## What to do
Wherever the string "addProperty" appears in the listing, copy that line.

================

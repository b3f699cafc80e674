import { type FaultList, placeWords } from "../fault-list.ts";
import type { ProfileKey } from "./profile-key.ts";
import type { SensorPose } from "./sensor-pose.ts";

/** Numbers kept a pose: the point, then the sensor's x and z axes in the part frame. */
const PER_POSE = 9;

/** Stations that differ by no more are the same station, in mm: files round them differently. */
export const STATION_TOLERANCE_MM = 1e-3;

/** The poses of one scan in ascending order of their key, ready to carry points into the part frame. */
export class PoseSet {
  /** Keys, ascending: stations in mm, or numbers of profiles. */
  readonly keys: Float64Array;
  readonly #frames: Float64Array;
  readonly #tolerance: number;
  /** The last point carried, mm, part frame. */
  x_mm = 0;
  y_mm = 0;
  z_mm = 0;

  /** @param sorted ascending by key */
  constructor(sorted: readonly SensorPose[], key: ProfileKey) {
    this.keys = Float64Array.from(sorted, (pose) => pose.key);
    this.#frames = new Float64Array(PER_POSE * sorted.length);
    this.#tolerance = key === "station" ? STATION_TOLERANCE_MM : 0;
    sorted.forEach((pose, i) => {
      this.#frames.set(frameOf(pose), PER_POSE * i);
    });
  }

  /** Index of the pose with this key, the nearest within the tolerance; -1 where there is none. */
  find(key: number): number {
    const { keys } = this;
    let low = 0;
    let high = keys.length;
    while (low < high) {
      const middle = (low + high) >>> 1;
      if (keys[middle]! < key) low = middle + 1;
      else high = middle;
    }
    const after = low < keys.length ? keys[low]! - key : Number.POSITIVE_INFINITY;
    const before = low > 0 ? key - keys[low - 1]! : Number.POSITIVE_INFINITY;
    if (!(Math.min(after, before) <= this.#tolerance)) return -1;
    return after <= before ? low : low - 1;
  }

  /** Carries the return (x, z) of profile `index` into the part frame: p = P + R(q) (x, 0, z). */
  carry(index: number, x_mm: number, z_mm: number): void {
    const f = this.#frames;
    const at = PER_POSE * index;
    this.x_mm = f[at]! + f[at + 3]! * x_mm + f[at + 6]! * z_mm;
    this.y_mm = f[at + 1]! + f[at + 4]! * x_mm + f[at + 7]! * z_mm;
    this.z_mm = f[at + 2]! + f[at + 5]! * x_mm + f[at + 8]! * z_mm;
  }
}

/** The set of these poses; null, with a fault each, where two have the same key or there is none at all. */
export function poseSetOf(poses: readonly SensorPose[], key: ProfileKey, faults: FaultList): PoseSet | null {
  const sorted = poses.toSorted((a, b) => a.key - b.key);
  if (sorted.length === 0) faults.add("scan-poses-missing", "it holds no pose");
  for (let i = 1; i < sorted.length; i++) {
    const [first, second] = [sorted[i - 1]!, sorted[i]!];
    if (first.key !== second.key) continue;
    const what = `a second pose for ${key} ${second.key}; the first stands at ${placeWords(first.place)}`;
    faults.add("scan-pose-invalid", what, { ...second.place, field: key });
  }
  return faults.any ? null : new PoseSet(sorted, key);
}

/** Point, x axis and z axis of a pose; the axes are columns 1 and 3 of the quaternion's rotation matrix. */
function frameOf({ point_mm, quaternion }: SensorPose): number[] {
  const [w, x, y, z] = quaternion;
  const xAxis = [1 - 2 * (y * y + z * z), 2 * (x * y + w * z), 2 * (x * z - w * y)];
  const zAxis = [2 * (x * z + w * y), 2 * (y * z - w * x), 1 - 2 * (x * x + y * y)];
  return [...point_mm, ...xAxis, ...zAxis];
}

================

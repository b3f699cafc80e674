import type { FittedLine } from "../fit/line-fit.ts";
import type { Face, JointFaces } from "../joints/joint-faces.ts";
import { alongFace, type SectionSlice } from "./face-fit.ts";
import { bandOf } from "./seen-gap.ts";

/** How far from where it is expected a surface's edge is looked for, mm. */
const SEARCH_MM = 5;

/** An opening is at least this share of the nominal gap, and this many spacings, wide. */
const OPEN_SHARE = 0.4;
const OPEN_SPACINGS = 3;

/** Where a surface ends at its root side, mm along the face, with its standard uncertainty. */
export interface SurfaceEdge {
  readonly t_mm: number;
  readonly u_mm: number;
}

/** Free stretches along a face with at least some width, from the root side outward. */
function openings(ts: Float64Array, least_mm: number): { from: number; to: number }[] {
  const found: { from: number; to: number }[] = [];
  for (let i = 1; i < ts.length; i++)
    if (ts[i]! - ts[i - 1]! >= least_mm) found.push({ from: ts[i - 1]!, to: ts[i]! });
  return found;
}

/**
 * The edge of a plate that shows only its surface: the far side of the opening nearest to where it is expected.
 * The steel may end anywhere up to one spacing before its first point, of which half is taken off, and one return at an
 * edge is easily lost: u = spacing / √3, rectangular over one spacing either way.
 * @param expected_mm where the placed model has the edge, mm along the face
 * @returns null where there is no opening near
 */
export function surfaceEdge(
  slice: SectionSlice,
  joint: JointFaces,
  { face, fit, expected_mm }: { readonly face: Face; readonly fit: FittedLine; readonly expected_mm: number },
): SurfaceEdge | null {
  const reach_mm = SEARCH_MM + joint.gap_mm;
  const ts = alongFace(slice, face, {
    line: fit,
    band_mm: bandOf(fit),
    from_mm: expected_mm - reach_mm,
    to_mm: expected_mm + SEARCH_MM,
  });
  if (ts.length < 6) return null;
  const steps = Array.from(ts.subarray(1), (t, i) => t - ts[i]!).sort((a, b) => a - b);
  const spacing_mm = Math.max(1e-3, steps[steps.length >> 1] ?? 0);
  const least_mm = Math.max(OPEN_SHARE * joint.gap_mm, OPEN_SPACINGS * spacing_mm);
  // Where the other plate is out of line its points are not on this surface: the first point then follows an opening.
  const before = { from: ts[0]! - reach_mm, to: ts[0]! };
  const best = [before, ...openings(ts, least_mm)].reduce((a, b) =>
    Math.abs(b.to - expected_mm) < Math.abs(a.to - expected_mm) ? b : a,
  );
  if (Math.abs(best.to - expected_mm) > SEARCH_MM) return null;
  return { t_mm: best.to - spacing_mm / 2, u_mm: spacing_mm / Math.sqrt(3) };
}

================

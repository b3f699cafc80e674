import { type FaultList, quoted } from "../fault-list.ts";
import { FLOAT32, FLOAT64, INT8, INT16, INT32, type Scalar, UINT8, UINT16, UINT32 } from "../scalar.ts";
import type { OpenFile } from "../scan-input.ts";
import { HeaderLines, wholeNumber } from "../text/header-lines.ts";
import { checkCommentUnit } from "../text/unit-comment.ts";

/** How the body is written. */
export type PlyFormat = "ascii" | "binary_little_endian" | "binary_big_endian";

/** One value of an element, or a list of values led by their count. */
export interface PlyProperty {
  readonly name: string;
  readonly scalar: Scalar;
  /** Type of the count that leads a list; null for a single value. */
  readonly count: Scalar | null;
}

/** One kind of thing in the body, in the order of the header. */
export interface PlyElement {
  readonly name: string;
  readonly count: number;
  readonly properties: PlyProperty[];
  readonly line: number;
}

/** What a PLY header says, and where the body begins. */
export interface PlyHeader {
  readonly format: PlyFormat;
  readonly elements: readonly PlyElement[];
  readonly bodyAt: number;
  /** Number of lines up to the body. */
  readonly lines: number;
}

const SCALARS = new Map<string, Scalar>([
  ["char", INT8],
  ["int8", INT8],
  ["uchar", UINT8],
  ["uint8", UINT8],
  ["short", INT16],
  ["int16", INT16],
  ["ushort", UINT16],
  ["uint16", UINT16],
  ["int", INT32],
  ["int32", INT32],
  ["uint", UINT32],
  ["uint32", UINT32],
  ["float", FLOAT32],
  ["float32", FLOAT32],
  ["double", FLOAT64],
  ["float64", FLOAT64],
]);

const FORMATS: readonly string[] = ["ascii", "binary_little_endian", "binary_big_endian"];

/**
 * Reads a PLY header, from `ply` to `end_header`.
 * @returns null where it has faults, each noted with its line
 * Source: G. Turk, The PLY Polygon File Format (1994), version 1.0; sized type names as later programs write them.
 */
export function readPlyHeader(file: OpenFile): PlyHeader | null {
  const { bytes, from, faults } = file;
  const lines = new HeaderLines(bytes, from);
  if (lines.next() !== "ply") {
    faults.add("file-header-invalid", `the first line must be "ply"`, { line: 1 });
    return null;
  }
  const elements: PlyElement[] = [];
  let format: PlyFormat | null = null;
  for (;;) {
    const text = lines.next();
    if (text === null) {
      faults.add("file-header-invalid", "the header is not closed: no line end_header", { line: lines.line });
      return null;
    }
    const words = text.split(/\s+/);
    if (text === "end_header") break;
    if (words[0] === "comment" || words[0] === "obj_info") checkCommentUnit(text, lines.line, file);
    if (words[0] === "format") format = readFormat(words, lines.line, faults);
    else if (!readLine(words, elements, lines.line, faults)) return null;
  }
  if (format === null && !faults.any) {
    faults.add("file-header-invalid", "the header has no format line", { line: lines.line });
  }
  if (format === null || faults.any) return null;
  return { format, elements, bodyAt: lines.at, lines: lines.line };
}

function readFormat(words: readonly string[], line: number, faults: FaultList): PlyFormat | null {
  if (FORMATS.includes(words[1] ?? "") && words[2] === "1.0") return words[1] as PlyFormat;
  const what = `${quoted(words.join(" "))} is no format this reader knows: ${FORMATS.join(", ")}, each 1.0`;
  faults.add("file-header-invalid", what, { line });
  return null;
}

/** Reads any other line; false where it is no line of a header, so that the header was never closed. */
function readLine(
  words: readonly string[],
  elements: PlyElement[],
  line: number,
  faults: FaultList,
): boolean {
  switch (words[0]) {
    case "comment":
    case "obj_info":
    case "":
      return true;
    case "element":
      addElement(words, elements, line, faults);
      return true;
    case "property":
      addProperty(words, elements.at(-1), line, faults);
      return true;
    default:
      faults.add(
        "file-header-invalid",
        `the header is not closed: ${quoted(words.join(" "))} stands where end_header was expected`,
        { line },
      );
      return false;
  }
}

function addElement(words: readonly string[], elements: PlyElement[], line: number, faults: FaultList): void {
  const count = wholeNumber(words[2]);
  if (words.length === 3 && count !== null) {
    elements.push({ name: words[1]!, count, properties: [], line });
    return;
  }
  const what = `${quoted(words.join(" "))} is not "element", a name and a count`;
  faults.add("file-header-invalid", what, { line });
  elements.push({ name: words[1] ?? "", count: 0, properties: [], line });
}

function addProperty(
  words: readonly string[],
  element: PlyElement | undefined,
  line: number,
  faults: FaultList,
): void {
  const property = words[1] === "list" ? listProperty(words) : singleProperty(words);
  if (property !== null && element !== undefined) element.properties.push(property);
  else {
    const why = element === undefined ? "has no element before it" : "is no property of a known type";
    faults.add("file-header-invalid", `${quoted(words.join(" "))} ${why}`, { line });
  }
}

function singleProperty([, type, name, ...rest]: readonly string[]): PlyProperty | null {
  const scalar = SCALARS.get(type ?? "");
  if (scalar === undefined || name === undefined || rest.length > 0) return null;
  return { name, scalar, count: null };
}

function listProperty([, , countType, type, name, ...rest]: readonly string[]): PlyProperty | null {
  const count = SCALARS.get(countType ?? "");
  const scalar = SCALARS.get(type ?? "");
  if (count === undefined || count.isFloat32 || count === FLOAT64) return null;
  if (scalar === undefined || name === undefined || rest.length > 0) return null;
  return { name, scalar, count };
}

================

## Result of the task
      addProperty(words, elements.at(-1), line, faults);
function addProperty(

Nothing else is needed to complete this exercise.